When the previous version of this post was published with that whole “dad throwing furniture in the fireplace” reference, I mentioned I was still unsure of the story—something about a forgotten heating bill, a very cold winter, and some excess wooden furniture in their college apartment? My dad has since clarified that, yes, there was burning of furniture for warmth, but that—and he wanted to emphasize this—it was his roommates, not him, who did it. If you’re one of my dad’s college roommates and you happen to be reading this, please reach out with more information.

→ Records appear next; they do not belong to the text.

import { seedAccounts } from './accounts';
import { seedBuilds } from './builds';
import { seedCatalog } from './catalog';
import { seedLoopCatalogue } from './loop';
import { seedSharing } from './sharing';

/** Seeds the demo; safe to run on every start. Each area adds its own step here. */
export async function seedDemo() {
	await seedAccounts();
	await seedCatalog();
	await seedLoopCatalogue();
	await seedBuilds();
	await seedSharing();
}
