/**
 * Where a dragged point goes under the pointer: on the plane through its start that faces the
 * camera, or on the line through it along one axis (the point of that line nearest the pointer's
 * ray). Engine coordinates in and out; the view mirrors Z (the scene group's scale [1, 1, −1]).
 */
import { Plane, Raycaster, Vector2, Vector3, type Camera } from 'three';
import type { Vec3 } from '$lib/geometry';

const toView = (p: Vec3) => new Vector3(p[0], p[1], -p[2]);
const fromView = (v: Vector3): Vec3 => [v.x, v.y, -v.z];
/** Half the line searched along an axis, mm: far beyond any enclosure. */
const REACH_MM = 10_000;

/** `ndc`: the pointer in normalised device coordinates (−1 … 1, y up). Null when the ray misses. */
export function dragPoint(
	camera: Camera,
	ndc: [number, number],
	start: Vec3,
	axis: 0 | 1 | 2 | null
): Vec3 | null {
	const ray = new Raycaster();
	ray.setFromCamera(new Vector2(ndc[0], ndc[1]), camera);
	const origin = toView(start);
	if (axis === null) {
		const normal = camera.getWorldDirection(new Vector3());
		const plane = new Plane().setFromNormalAndCoplanarPoint(normal, origin);
		const hit = ray.ray.intersectPlane(plane, new Vector3());
		return hit ? fromView(hit) : null;
	}
	const dir = new Vector3(axis === 0 ? 1 : 0, axis === 1 ? 1 : 0, axis === 2 ? -1 : 0);
	const a = origin.clone().addScaledVector(dir, -REACH_MM);
	const b = origin.clone().addScaledVector(dir, REACH_MM);
	const onLine = new Vector3();
	ray.ray.distanceSqToSegment(a, b, undefined, onLine);
	return fromView(onLine);
}

/** The screen point (pixels from the canvas's top left) of an engine point, or null behind the camera. */
export function screenOf(camera: Camera, p: Vec3, width: number, height: number) {
	const v = toView(p).project(camera);
	if (!Number.isFinite(v.x) || !Number.isFinite(v.y) || v.z >= 1) return null;
	return { x: ((v.x + 1) / 2) * width, y: ((1 - v.y) / 2) * height };
}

I say my siblings and I have grown into “generally well-adjusted adults” because, I mean, let’s not get ahead of ourselves. My brother’s Christmas present to every member of the family last year, for example, was a pair of violet purple crocs. At the time, we laughed at the absurdity. Now, at least 50% of us are wearing said crocs on a daily basis. My toddler and I often go out—in public—in our matching pairs. Anyway, we’re all doing fine! Totally fine. November 2023 Update: I’m still wearing the crocs. No plans to stop anytime soon.

But really: what did you do when you had a parenting question and couldn’t Google “how many Cheddar Bunnies is too many for toddler?” or “toddler ate Play-Doh – dangerous?”

Where did this idea that saying “good job” is harmful come from?! Google, of course, has informed me that the phrase could “manipulate” kids into completing a task, or might turn kids into “praise junkies.” I am aware of no research to support this. Also, Praise Junkies would have been a great name for 90s punk band.